As children around the world prepare to enjoy a fun egg hunt and some sweet treats courtesy of the Easter bunny, the Business Optimizer team takes a look at the roots of this Easter tradition.
Like many Christian celebrations, the timing of Easter falls around the dates of an early pagan festival. Scholars believe that early Christian missionaries aligned the Christian festivals with the pagan festivals that were already celebrated in order to make the conversion to Christianity easier.
Easter falls around the Spring Equinox, when pagans celebrated the Goddess Eostre, the goddess of dawn and fertility. The celebration was bound tightly with the sense of renewal and new life that springtime brings.
There are parallels between the Vernal Equinox and the Easter story in the bible – with the resurrection of Jesus and the spreading of the Word also carrying strong themes of renewal and rebirth.
This is likely to be an important reason why the symbolism of the season has come to be dominated by symbols of springtime and new life – such as eggs, chicks, bunnies and hares.
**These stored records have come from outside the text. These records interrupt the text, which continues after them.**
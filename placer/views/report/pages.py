"""The visit report's pages: the blocks in the order a visit is read, flowed onto A4 pages.

First the visit and the verdict on its data, then the coefficients, the
correction and the predicted vibration against the limit; the readings of
every run on a polar plot per sensor (or, without a phase reference, the
four-run construction); a page per plane with the plan drawn on the rotor
face as on the fitting sheet; the residual checks; what is on the rotor when
the technician leaves; cautions and sign-off.  Each block measures itself
on a dry run first, so that none is cut by a page's end.
"""

from __future__ import annotations

from collections.abc import Callable
from dataclasses import dataclass, field
from datetime import date
from typing import Any

from placer.views.report.blocks import (
    checks_block,
    coefficients_block,
    correction_block,
    leaving_block,
    notes_block,
    prediction_block,
)
from placer.views.report.figures import (
    construction_block,
    plane_block,
    readings_blocks,
    residual_block,
)
from placer.views.report.layout import (
    FOOTER_IN,
    facts_row,
    footer,
    page_top,
    safety_and_signoff,
    safety_height,
)
from placer.views.sheet.files import PNG_DPI
from placer.views.sheet.typeset import PAGE_IN, Page
from placer.views.wording import drills
from placer.visitreport import VisitReport

Block = Callable[[Page, float, "Drawn"], float]
"""A block draws itself at a height [in] and returns the height below it [in]."""

NEW_PAGE = None
"""In a list of blocks: start a new page here."""

GAP_IN = 0.14
"""Space between two blocks [in]."""

BOTTOM_IN = PAGE_IN[1] - FOOTER_IN - 0.12
"""Lowest a block may reach [in from the top]."""


@dataclass
class Drawn:
    """What a page drew, for the tests and the caller: polar plots and rotor faces.

    Parameters
    ----------
    polars : list of (str, PolarDrawing)
        What each polar plot is of ("readings at drive end horizontal"), and its drawing.
    faces : list of (int, PlaneDrawing)
        Each rotor face drawn, by plane index.
    """

    polars: list[tuple[str, Any]] = field(default_factory=list)
    faces: list[tuple[int, Any]] = field(default_factory=list)


@dataclass(frozen=True)
class ReportPage:
    """One page of the report: its figure and what was drawn on it.

    Parameters
    ----------
    figure : matplotlib.figure.Figure
        The page.
    drawn : Drawn
        Its polar plots and rotor faces.
    """

    figure: Any
    drawn: Drawn


def _title_block(report: VisitReport) -> Block:
    record = report.record

    def draw(page: Page, y: float, drawn: Drawn) -> float:
        phase = ("none: amplitudes only" if report.amplitude_only
                 else f"{record.phase_sense}, as angles counted {record.angle_sense}")
        facts = [("MACHINE", record.machine_id), ("VISIT", report.when),
                 ("ROTOR", report.rotor_name),
                 ("SPEED", "-" if record.service_rpm is None else f"{record.service_rpm:g} r/min"),
                 ("READINGS", f"{record.unit} {record.measure}"), ("PHASE", phase),
                 ("SESSION FILE", record.session_file)]
        return facts_row(page, y, facts)

    return draw


def report_blocks(report: VisitReport) -> list[Block | None]:
    """The report's blocks in order, with the page breaks.

    Parameters
    ----------
    report : VisitReport
        The visit.

    Returns
    -------
    list of Block or None
        None where a new page starts.
    """
    blocks: list[Block | None] = [_title_block(report), checks_block(report),
                                  coefficients_block(report), correction_block(report),
                                  prediction_block(report), notes_block(report), NEW_PAGE]
    if report.four_run is not None:
        blocks.append(construction_block(report))
    else:
        blocks += readings_blocks(report)
    for index in range(len(report.planes)):
        blocks += [NEW_PAGE, plane_block(report, index)]
    if report.residual_checks:
        blocks.append(NEW_PAGE)
        blocks += [residual_block(report, k) for k in range(len(report.residual_checks))]
    blocks += [leaving_block(report), _safety_block(report)]
    return blocks


def _safety_block(report: VisitReport) -> Block:
    drilling = drills(p for plane in report.planes for p in plane.parts)
    trials = any(r.kind == "trial" for r in report.record.runs)

    def draw(page: Page, y: float, drawn: Drawn) -> float:
        if page.ax is None:
            return y + safety_height(drilling, trials)
        return safety_and_signoff(page, y, drilling, trials)

    return draw


def paginate(blocks: list[Block | None], first_top: float, top: float) -> list[list[Block]]:
    """Blocks onto pages: each on the current page if it fits, else on the next.

    Parameters
    ----------
    blocks : list of Block or None
        The blocks; None starts a new page.
    first_top : float
        Where the first page's first block starts [in from the top].
    top : float
        Where the other pages' first block starts [in].

    Returns
    -------
    list of list of Block
        The blocks of each page.
    """
    pages: list[list[Block]] = [[]]
    y = first_top
    for block in blocks:
        if block is NEW_PAGE:
            if pages[-1]:
                pages.append([])
                y = top
            continue
        height = block(Page(None), 0.0, Drawn())
        if pages[-1] and y + height > BOTTOM_IN:
            pages.append([])
            y = top
        pages[-1].append(block)
        y += height + GAP_IN
    return [p for p in pages if p]


def report_pages(report: VisitReport, when: date | None = None,
                 dpi: float = PNG_DPI) -> list[ReportPage]:
    """The visit report as matplotlib figures, one per A4 page.

    Parameters
    ----------
    report : VisitReport
        The visit (:func:`placer.visitreport.visit_report`).
    when : date or None
        The date printed in the footer; None for today.
    dpi : float
        Resolution of the figures [dots per inch].

    Returns
    -------
    list of ReportPage
        The pages, with what each drew.
    """
    from matplotlib.backends.backend_agg import FigureCanvasAgg
    from matplotlib.figure import Figure

    when = date.today() if when is None else when
    title = report.record.machine_name
    first_top = page_top(Page(None), 1, 1, title)
    top = page_top(Page(None), 2, 2, None)
    plan = paginate(report_blocks(report), first_top, top)
    pages = []
    label = (f"placer · {report.record.machine_id} · visit of {report.when} · printed "
             f"{when.isoformat()}")
    for index, blocks in enumerate(plan, start=1):
        fig = Figure(figsize=PAGE_IN, dpi=dpi)
        FigureCanvasAgg(fig)
        page = Page(fig)
        drawn = Drawn()
        y = page_top(page, index, len(plan), title if index == 1 else None)
        for block in blocks:
            y = block(page, y, drawn) + GAP_IN
        footer(page, index, len(plan), label)
        pages.append(ReportPage(fig, drawn))
    return pages
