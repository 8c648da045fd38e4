/**
 * The one cache shape of ionheat: a map with a bound on its entries, so that
 * memory stays flat however many distinct keys (salts, formulas) a long run
 * brings. Two generations: new entries go into the young one; when it is
 * full the old one is dropped and the young one becomes old; a hit in the
 * old one is moved back into the young one. Entries used again stay, those
 * not used for a while go: close to least-recently-used, at the cost of two
 * map look-ups at most, and no reordering on a hit in the young generation.
 *
 * @module
 */

/** A map holding at most `limit` entries (see the module comment for which ones it keeps). */
export class BoundedCache<K, V> {
  #young = new Map<K, V>();
  #old = new Map<K, V>();
  readonly #half: number;

  /** @param limit - the most entries held at once (at least 2) */
  constructor(readonly limit: number) {
    this.#half = Math.max(1, Math.floor(limit / 2));
  }

  /** The value kept for `key`, or undefined. */
  get(key: K): V | undefined {
    const young = this.#young.get(key);
    if (young !== undefined || this.#young.has(key)) return young;
    if (!this.#old.has(key)) return undefined;
    const value = this.#old.get(key) as V;
    this.#old.delete(key);
    this.set(key, value);
    return value;
  }

  /** Whether a value is kept for `key`. */
  has(key: K): boolean {
    return this.#young.has(key) || this.#old.has(key);
  }

  /** Keeps `value` for `key`, dropping the oldest generation when the young one is full. */
  set(key: K, value: V): void {
    if (!this.#young.has(key) && this.#young.size >= this.#half) {
      this.#old = this.#young;
      this.#young = new Map();
    }
    this.#old.delete(key);
    this.#young.set(key, value);
  }

  /** How many entries are held (never more than `limit`). */
  get size(): number {
    return this.#young.size + this.#old.size;
  }
}
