/**
 * The closed vocabularies of the tables: structure types and hazard classes.
 * The schemas (schemas.ts) build their enums from these lists; the
 * computations check a name against them without loading zod.
 *
 * @module
 */

/** Structure types of crystals.json and madelung-constants.json. */
export const STRUCTURE_TYPES = [
  'rock-salt',
  'caesium-chloride',
  'zinc-blende',
  'wurtzite',
  'fluorite',
  'antifluorite',
  'rutile',
  'cadmium-iodide',
  'cadmium-chloride',
  'corundum',
  'perovskite',
] as const;

/** Hazard classes of hazards.json, in the order a summary lists them. */
export const HAZARD_CLASSES = [
  'oxidizer',
  'irritant',
  'corrosive',
  'toxic',
  'harmful',
  'environmental',
  'restricted',
  'explosive-precursor',
  'carcinogen',
] as const;

/** Whether `name` is one of `list` (a narrowing check for the vocabularies above). */
export function isTerm<T extends string>(list: readonly T[], name: unknown): name is T {
  return typeof name === 'string' && (list as readonly string[]).includes(name);
}
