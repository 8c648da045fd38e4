/**
 * The check of a user's table records against the zod schemas of the
 * tables, installed into {@link Dataset.withOverrides} when this module
 * loads. Only what merges users' tables loads it (the public entry, the
 * reading of `--data` files, a screen candidate with its own measurement),
 * so that a command over the built-in tables never loads zod.
 *
 * @module
 */
import { Dataset, installRecordCheck, type RecordCheckResult } from './dataset.js';
import { builtinDataset as builtin } from './builtin.js';
import { tableSchemas, type TableName } from './schemas.js';

function checkRecord(name: TableName, raw: unknown): RecordCheckResult {
  const result = tableSchemas[name].shape.records.element.safeParse(raw);
  return result.success ? { success: true, data: result.data } : { success: false, issues: result.error.issues };
}

installRecordCheck(checkRecord);

export { Dataset };

/**
 * `dataset.withOverrides(…)`, for the modules of ionheat that merge tables:
 * calling it through this module is what keeps the record check installed
 * in a bundle that leaves unused modules out. @internal
 */
export function mergeOverrides(dataset: Dataset, ...args: Parameters<Dataset['withOverrides']>): Dataset {
  return dataset.withOverrides(...args);
}

/**
 * The dataset of built-in tables (the same object on every call; it is
 * immutable), with the checks that {@link Dataset.withOverrides} applies to
 * your own tables loaded. Merge your own tables over it with
 * {@link Dataset.withOverrides}.
 *
 * @see data/sources.json, the full citation of every source key the records name; DEVELOPERS.md, "Data tables".
 *
 * @example
 * ```ts
 * builtinDataset().records('ions.json').length > 60; // true
 * builtinDataset() === builtinDataset(); // true
 * ```
 */
export const builtinDataset: () => Dataset = builtin;
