/**
 * The one record of objects the library issued (made, froze and may trust when
 * handed back), kept weakly. `chem/issuedSalts.ts` issues salts through it; the
 * snapshot codec reads it so that a salt computed ahead comes back issued,
 * without this layer knowing what a salt is.
 *
 * @module
 */
const issued = new WeakSet<object>();

/** Freezes `value` and everything inside it, and remembers it as issued. @internal */
export function issueObject<T extends object>(value: T): T {
  freezeDeep(value);
  issued.add(value);
  return value;
}

/** Whether the library issued `value` (and, being frozen, nobody changed it since). @internal */
export function wasIssued(value: unknown): value is object {
  return typeof value === 'object' && value !== null && issued.has(value);
}

function freezeDeep(value: unknown): void {
  if (typeof value !== 'object' || value === null || Object.isFrozen(value)) return;
  for (const v of Object.values(value)) freezeDeep(v);
  Object.freeze(value);
}
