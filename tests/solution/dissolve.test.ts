// dissolve(): the best basis, the verdict, the heats per gram, hydrates and
// temperature. Reference values: the CRC Handbook table 'Enthalpy of solution
// of electrolytes' (after Parker 1965) as entered in solution-enthalpies.json,
// and the NBS tables (Wagman et al. 1982).
import { describe, expect, it } from 'vitest';
import { integralEnthalpyOfSolution } from '../../src/solution/integralEnthalpy.js';
import { parseSalt } from '../../src/chem/parseSalt.js';
import { builtinDataset } from '../../src/data/builtin.js';
import { dissolve } from '../../src/solution/dissolve.js';
import { IonheatError } from '../../src/error.js';

const dataset = builtinDataset();

function verdictOrNotApplicable(formula: string, excludeMeasured: boolean): string {
  try {
    return dissolve(formula, { excludeMeasured }).verdict;
  } catch (e) {
    // A molecular solute without its measured value has no estimate at all: no verdict, the honest 'undetermined'.
    if (e instanceof IonheatError && e.code === 'NOT_APPLICABLE') return 'undetermined';
    throw e;
  }
}

describe('dissolve: measured values', () => {
  const records = dataset.records('solution-enthalpies.json');
  it.each(records.map((r) => [r.formula, r] as const))('%s: best reproduces the CRC value within its uncertainty', (_f, r) => {
    const result = dissolve(r.formula);
    const u = dataset.uncertaintyOf('solution-enthalpies.json', r)!;
    expect(result.best.basis).toBe('measured');
    expect(Math.abs(result.best.value - r.value)).toBeLessThanOrEqual(u);
  });
});

describe('dissolve: facts of the trade (common practice)', () => {
  // Cold packs: ammonium nitrate, ammonium chloride, potassium nitrate, urea. Hot packs: anhydrous CaCl2, MgSO4.
  const facts: [string, 'endothermic' | 'exothermic'][] = [
    ['NH4NO3', 'endothermic'],
    ['NH4Cl', 'endothermic'],
    ['KNO3', 'endothermic'],
    ['CO(NH2)2', 'endothermic'],
    ['CaCl2', 'exothermic'],
    ['MgSO4', 'exothermic'],
  ];
  it.each(facts)('%s is %s', (formula, verdict) => {
    expect(dissolve(formula).verdict).toBe(verdict);
  });
  it.each(facts)('%s with excludeMeasured: %s or undetermined, never the opposite', (formula, verdict) => {
    expect([verdict, 'undetermined']).toContain(verdictOrNotApplicable(formula, true));
  });
});

describe('dissolve: the result', () => {
  it('orders estimates by trust and keeps the contract fields', () => {
    const r = dissolve('NaCl');
    const order = ['measured', 'cycle', 'anchored', 'model'];
    expect(r.estimates.slice(0, 2).map((e) => e.basis)).toEqual(['measured', 'cycle']);
    expect(r.estimates.map((e) => order.indexOf(e.basis))).toEqual([...r.estimates.map((e) => order.indexOf(e.basis))].sort((a, b) => a - b));
    expect(new Set(r.estimates.map((e) => e.basis))).toEqual(new Set(order));
    expect(r.best).toBe(r.estimates[0]);
    expect(r.formula).toBe('NaCl');
    expect(r.salt.formula).toBe('NaCl');
    expect(r.probabilityEndothermic).toBeGreaterThan(0.99);
    expect(r.best.unit).toBe('kJ/mol');
  });
  it('gives the heat per gram of salt and of a saturated fill', () => {
    const r = dissolve('NH4NO3');
    // 25.69 kJ/mol (CRC) / 80.043 g/mol = 320.9 J/g
    expect(r.perGram.salt.value).toBeCloseTo(25690 / 80.043, 0);
    // solubility 212.5 g per 100 g water at 25 °C (CRC): 80.043 + 37.667 g per mole, m_sat = 1000/37.667 = 26.55 mol/kg;
    // the integral enthalpy to saturation is ΔsolH°(∞) + φL(m_sat) (brine module), taken here from integralEnthalpyOfSolution.
    const mSat = 1000 / ((80.043 * 100) / 212.5);
    const integral = integralEnthalpyOfSolution(parseSalt('NH4NO3'), mSat).value;
    expect(r.perGram.saturatedFill!.value).toBeCloseTo((integral * 1000) / (80.043 + (80.043 * 100) / 212.5), 0);
    expect(r.perGram.saturatedFill!.notes.join(' ')).toMatch(/integral enthalpy of solution to saturation/);
    expect(r.perGram.saturatedFill!.unit).toBe('J/g');
  });
  it('gives both hydration sums of an ionic salt and none for urea', () => {
    const r = dissolve('KCl');
    expect(r.hydration!.absolute!.value).toBe(-334 - 367); // Marcus (from memory)
    expect(dissolve('urea').hydration).toBeUndefined();
  });
  it('says that no lattice model applies to a non-electrolyte, and refuses without a measured value', () => {
    expect(dissolve('urea').notes.join(' ')).toMatch(/no lattice model applies/);
    expect(() => dissolve('urea', { excludeMeasured: true })).toThrowError(/molecular solute, to which no lattice model applies/);
  });
  it('hides only the salt’s own values under excludeMeasured', () => {
    const r = dissolve('LiCl·H2O', { excludeMeasured: true });
    expect(r.estimates.every((e) => e.basis !== 'measured' && e.method !== 'formation-enthalpies')).toBe(true);
    expect(r.notes.join(' ')).toMatch(/hidden/);
  });
});

describe('dissolve: hydrates by the difference rule (Jenkins & Glasser 2004)', () => {
  it('LiCl·H2O from LiCl: holds the CRC value −19.08 kJ/mol in its interval', () => {
    const r = dissolve('LiCl·H2O', { excludeMeasured: true });
    expect(r.best.method).toBe('difference-rule');
    expect(r.best.low).toBeLessThanOrEqual(-19.08);
    expect(r.best.high).toBeGreaterThanOrEqual(-19.08);
    expect(r.best.notes[0]).toMatch(/difference rule/);
  });
  it('a hydrate without a crystal formation enthalpy still gets a flagged estimate (CaCl2·4H2O from CaCl2·2H2O or CaCl2·6H2O)', () => {
    const r = dissolve('CaCl2·4H2O');
    expect(r.best.method).toBe('difference-rule');
    expect(r.best.notes[0]).toMatch(/CaCl2·(2|6)H2O/);
  });
  it('the difference-rule interval holds every tabulated hydrate’s cycle value', () => {
    // NBS crystal formation enthalpies of the hydrates, compared with the rule applied to the nearest other form.
    const hydrates = dataset.records('compound-formation.json').filter((r) => r.phase === 'cr' && r.formula.includes('·'));
    let n = 0;
    let inside = 0;
    for (const h of hydrates) {
      const truth = dissolve(h.formula).estimates.find((e) => e.method === 'formation-enthalpies');
      const rule = dissolve(h.formula, { excludeMeasured: true }).estimates.find((e) => e.method === 'difference-rule');
      if (!truth || !rule) continue;
      n++;
      if (rule.low <= truth.value && truth.value <= rule.high) inside++;
    }
    expect(n).toBeGreaterThan(20);
    expect(inside / n).toBeGreaterThanOrEqual(0.9);
  });
});

describe('dissolve: temperature', () => {
  it('NaCl at 40 °C by Kirchhoff: 3.88 − 0.1405·15 kJ/mol (ΔsolCp° = −140.5 J/(mol·K), NBS)', () => {
    const r = dissolve('NaCl', { temperatureC: 40 });
    expect(r.best.value).toBeCloseTo(3.88 - 0.1405 * 15, 3);
    expect(r.temperature.heatCapacityOfSolution!.value).toBeCloseTo(-140.5, 6);
    expect(r.temperature.celsius).toBe(40);
  });
  it('widens the interval with a caveat where no heat capacity is known', () => {
    const at25 = dissolve('KBrO3');
    const at0 = dissolve('KBrO3', { temperatureC: 0 });
    expect(at0.best.value).toBe(at25.best.value);
    expect(at0.best.u).toBeGreaterThan(at25.best.u);
    expect(at0.best.notes.join(' ')).toMatch(/correction to 0 °C is unknown/);
  });
  it('refuses temperatures outside 0–40 °C', () => {
    expect(() => dissolve('NaCl', { temperatureC: 60 })).toThrowError(/outside 0–40 °C/);
  });
});
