// Disagreeing anchored estimates widen one another; the ion classes the floors and the validation use.
import { describe, expect, it } from 'vitest';
import { makeEstimate } from '../../src/quantity/estimate.js';
import { disagree, widenForDisagreement } from '../../src/solution/anchoredDisagreement.js';
import { saltIonClass } from '../../src/lattice/saltIonClass.js';
import { parseSalt } from '../../src/chem/parseSalt.js';
import { builtinDataset } from '../../src/data/builtin.js';

const est = (method: string, value: number, u: number, basis: 'anchored' | 'model' = 'anchored') => makeEstimate({ quantity: 'enthalpy of solution', value, u, unit: 'kJ/mol', basis, method });

describe('widenForDisagreement', () => {
  it('uses the 95 % test on the difference of two independent estimates', () => {
    // 1.96·√(3² + 4²) = 9.8
    expect(disagree({ value: 0, u: 3 }, { value: 9.7, u: 4 })).toBe(false);
    expect(disagree({ value: 0, u: 3 }, { value: 9.9, u: 4 })).toBe(true);
  });

  it('widens the narrow estimate to hold a disagreeing one, on that side only, and leaves agreeing ones alone', () => {
    const [narrow, wide, model] = widenForDisagreement([est('anchored-a', -60, 5), est('anchored-b', -10, 10), est('kapustinskii', 300, 10, 'model')]);
    expect(narrow!.low).toBeCloseTo(-60 - 1.96 * 5, 2);
    expect(narrow!.high).toBe(-10);
    expect(narrow!.u).toBeCloseTo(50 / 1.96, 2);
    expect(narrow!.notes.at(-1)).toMatch(/anchored-b -10\.0/);
    expect(wide!.low).toBe(-60);
    expect(model!.low).toBeCloseTo(300 - 1.96 * 10, 2); // other bases are not touched
    const agreeing = widenForDisagreement([est('anchored-a', 0, 5), est('anchored-b', 5, 5)]);
    expect(agreeing[0]!.low).toBeCloseTo(-9.8, 2);
    expect(agreeing[1]!.high).toBeCloseTo(14.8, 2);
  });
});

describe('saltIonClass', () => {
  const dataset = builtinDataset();
  it.each([
    ['AgNO3', 'covalent-prone'],
    ['PbCl2', 'covalent-prone'],
    ['ZnSO4', 'covalent-prone'],
    ['TlCl', 'covalent-prone'],
    ['NiCl2', 'transition metal'],
    ['CuSO4', 'transition metal'],
    ['NH4Cl', 'ammonium'],
    ['K2CO3', 'polyatomic anion'],
    ['CaCl2·6H2O', 'monatomic'],
    ['NaCl', 'monatomic'],
  ])('%s is %s (d¹⁰ and d¹⁰s² cores count as covalent-prone: common practice)', (formula, kind) => {
    expect(saltIonClass(parseSalt(formula), dataset)).toBe(kind);
  });
});
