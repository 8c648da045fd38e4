import type { TableName, TableRecord } from './schemas.js';

/**
 * The fields that make a record unique in each table. A user's override
 * record replaces the built-in record with the same key.
 */
export const tableKeys: { [N in TableName]: (record: TableRecord<N>) => string } = {
  'elements.json': (r) => r.symbol,
  'ions.json': (r) => r.id,
  'shannon-radii.json': (r) => `${r.ion}|${r.coordination}|${r.spin ?? ''}`,
  'thermochemical-radii.json': (r) => r.ion,
  'ion-volumes.json': (r) => r.ion,
  'ion-formation-aq.json': (r) => r.ion,
  'ion-formation-gas.json': (r) => r.ion,
  'ion-heat-capacities-aq.json': (r) => r.ion,
  'compound-formation.json': (r) => `${r.formula}|${r.phase}`,
  'solution-enthalpies.json': (r) => r.formula,
  'hydration-enthalpies.json': (r) => r.ion,
  'crystals.json': (r) => r.formula,
  'solubility.json': (r) => r.formula,
  'solubility-products.json': (r) => r.mineral,
  'heat-capacities.json': (r) => `${r.formula}|${r.phase}`,
  'ionization-energies.json': (r) => `${r.element}|${r.stage}`,
  'electron-affinities.json': (r) => r.element,
  'atomization-enthalpies.json': (r) => r.element,
  'bond-dissociation.json': (r) => r.molecule,
  'madelung-constants.json': (r) => r.structure,
  'born-exponents.json': (r) => r.core,
  'volume-coefficients.json': (r) => r.chargeType,
  'hazards.json': (r) => r.subject,
  'warmer-melts.json': (r) => r.formula,
};
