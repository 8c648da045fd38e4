// The difference rule per salt family, and hypothetical hydrates flagged.
// Pairs and hydrates: NBS formation enthalpies (Wagman et al. 1982) and the CRC solution table, as entered in data/.
import { describe, expect, it } from 'vitest';
import { hydrateRuleFamily, hydrateRuleScatter, MIN_FAMILY_PAIRS, WATER_OF_CRYSTALLIZATION_ENTHALPY } from '../../src/solution/hydrateRule.js';
import { hypotheticalHydrate } from '../../src/solution/knownHydrates.js';
import { dissolve } from '../../src/solution/dissolve.js';
import { solutionEnthalpyFromCycle } from '../../src/solution/cycleSolution.js';
import { parseSalt } from '../../src/chem/parseSalt.js';
import { builtinDataset } from '../../src/data/builtin.js';

const dataset = builtinDataset();

describe('difference rule by salt family', () => {
  it('names the family by charge type', () => {
    expect(hydrateRuleFamily(parseSalt('MgSO4·7H2O'))).toBe('2:2');
    expect(hydrateRuleFamily(parseSalt('KAl(SO4)2·12H2O'))).toBe('other');
  });

  it('fits θ to the family: the five NBS sulfate hydrates of 2:2 salts give about −299 kJ/mol per water', () => {
    const c = hydrateRuleScatter({ family: '2:2' });
    expect(c.family).toBe('2:2');
    expect(c.pairs).toBeGreaterThanOrEqual(MIN_FAMILY_PAIRS);
    // Wagman 1982 steps per water: MgSO4 −300.5, CaSO4 −294.3, FeSO4 −298.0, CuSO4 −301.7, ZnSO4 −299.3 (weighted by waters)
    expect(c.theta).toBeCloseTo(-299.35, 1);
  });

  it('leaves the salt’s own pairs out of θ and scatter (leave-one-salt-out)', () => {
    const all = hydrateRuleScatter({ family: '2:2' });
    const without = hydrateRuleScatter({ family: '2:2', excludeFormula: 'CaSO4·2H2O' });
    expect(without.pairs).toBe(all.pairs - 1);
    expect(without.theta).toBeLessThan(all.theta); // CaSO4·2H2O (−294.3) was the least negative step
  });

  it('falls back to every pair where a family has too few', () => {
    const c = hydrateRuleScatter({ family: '3:1' });
    expect(c.family).toBe('all');
    expect(c.pairs).toBe(hydrateRuleScatter().pairs);
    expect(hydrateRuleScatter().theta).toBe(WATER_OF_CRYSTALLIZATION_ENTHALPY);
  });

  it('gives an uncalibrated family’s θ the uncertainty of the farthest pair, so AlCl3 and its hexahydrate are held', () => {
    // Its own θ is unknown: it may lie as far from the pooled θ as any pair does (AlCl3·6H2O: about −331 against −300 kJ/mol per water).
    const c = hydrateRuleScatter({ family: '3:1', excludeFormula: 'AlCl3·6H2O' });
    const fitted = ['1:1', '2:1', '1:2', '2:2'].map((family) => hydrateRuleScatter({ family, excludeFormula: 'AlCl3·6H2O' }).theta);
    for (const theta of fitted) expect(c.thetaU).toBeGreaterThanOrEqual(Math.abs(theta - c.theta));
    // References: the NBS cycle values (Wagman et al. 1982), the salt's own crystal value hidden from the estimate.
    for (const formula of ['AlCl3·6H2O', 'AlCl3']) {
      const r = dissolve(formula, { excludeMeasured: true });
      const reference = solutionEnthalpyFromCycle(parseSalt(formula))!.value;
      expect(r.best.low, formula).toBeLessThanOrEqual(reference);
      expect(r.best.high, formula).toBeGreaterThanOrEqual(reference);
    }
  });
});

describe('hypothetical hydrates', () => {
  it('flags a hydrate with more waters than any known one, and one no table lists', () => {
    expect(hypotheticalHydrate(parseSalt('KCl·50H2O'), dataset)).toEqual({ knownWaters: [0], reason: 'more waters than any known hydrate' });
    expect(hypotheticalHydrate(parseSalt('MgSO4·4H2O'), dataset)?.reason).toBe('a hydrate no table lists');
    expect(hypotheticalHydrate(parseSalt('CaCl2·6H2O'), dataset)).toBeUndefined();
    expect(hypotheticalHydrate(parseSalt('CaCl2·4H2O'), dataset)).toBeUndefined(); // a solid phase of the CaCl2 solubility curve
    expect(hypotheticalHydrate(parseSalt('NaCl'), dataset)).toBeUndefined();
  });

  it('dissolve refuses KCl·50H2O (more waters than any known form) and names the known forms', () => {
    // The difference rule would have given about +914 kJ/mol for a solid nobody has made.
    expect(() => dissolve('KCl·50H2O')).toThrowError(expect.objectContaining({ code: 'NOT_APPLICABLE', message: expect.stringMatching(/more waters of crystallization than any form of KCl .*\(KCl\)/) }));
    expect(() => dissolve('KCl·50H2O', { excludeMeasured: true })).toThrowError(expect.objectContaining({ code: 'NOT_APPLICABLE' }));
  });

  it('dissolve gives a hydrate no table lists, within the known waters, only flagged estimates', () => {
    const r = dissolve('MgSO4·4H2O');
    expect(r.hypotheticalHydrate?.reason).toBe('a hydrate no table lists');
    expect(r.estimates.every((e) => e.basis === 'model')).toBe(true);
    expect(r.notes[0]).toMatch(/hypothetical hydrate/);
    expect(r.best.notes[0]).toMatch(/not a property of a real solid/);
    expect(dissolve('CaCl2·6H2O').hypotheticalHydrate).toBeUndefined();
  });
});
The pagan goddess Eostre herself was often represented by a hare or an egg.
The celebration of Easter has many different traditions in different parts of the world. Many countries decorate eggs – thought to be a tradition arising from Lent, when eating them was forbidden. People would lavishly decorate the eggs in preparation for the treat of eating the eggs on Easter Sunday, at the end of Lent.
In Germany, records dating back to the seventeenth century refer to the Oschter Haws, or Easter Hare. It was said that, on Easter Sunday, the Oschter Haws would leave colourful eggs for children who were good.
The “mad March hare” is another common symbol of the season. Generally nocturnal and shy in nature, hares change their behaviour in the spring, when they can be seen in broad daylight chasing one another around in fields and the males “boxing” with one another. This dramatic change in behaviour happens because they are in their mating season – hence their strong association with the season of new life and renewal.
It’s believed that German immigrants fleeing religious persecution at home brought the tradition of the Oschter Haws with them to the USA in the eighteenth century when they began settling in Pennsylvania.
Children would make nests in which the Easter Hare could leave his eggs. Sometimes they would set out carrots for the Easter Hare to find, in case he got hungry during his egg deliveries.
Over time, this fun Easter tradition spread – with the traditional painted eggs gradually being swapped for sweeter treats.
It was the English chocolatier Joseph Fry who first made the chocolate Easter egg we know today. Building on the work of Dutch inventor Casparus Van Houten, Fry discovered that if he mixed cocoa powder, sugar and melted cocoa butter, he could create a chocolate paste that was mouldable. In 1873 Fry produced the first chocolate Easter egg. British confectionary family Cadburys also started to experiment with moulds and solid chocolates and, in 1875, they produced their company’s first chocolate egg.
Today, the tradition of the Easter bunny and its associated egg hunts and chocolate eggs has spread around the world, bringing the joy of the season to many every Easter Sunday.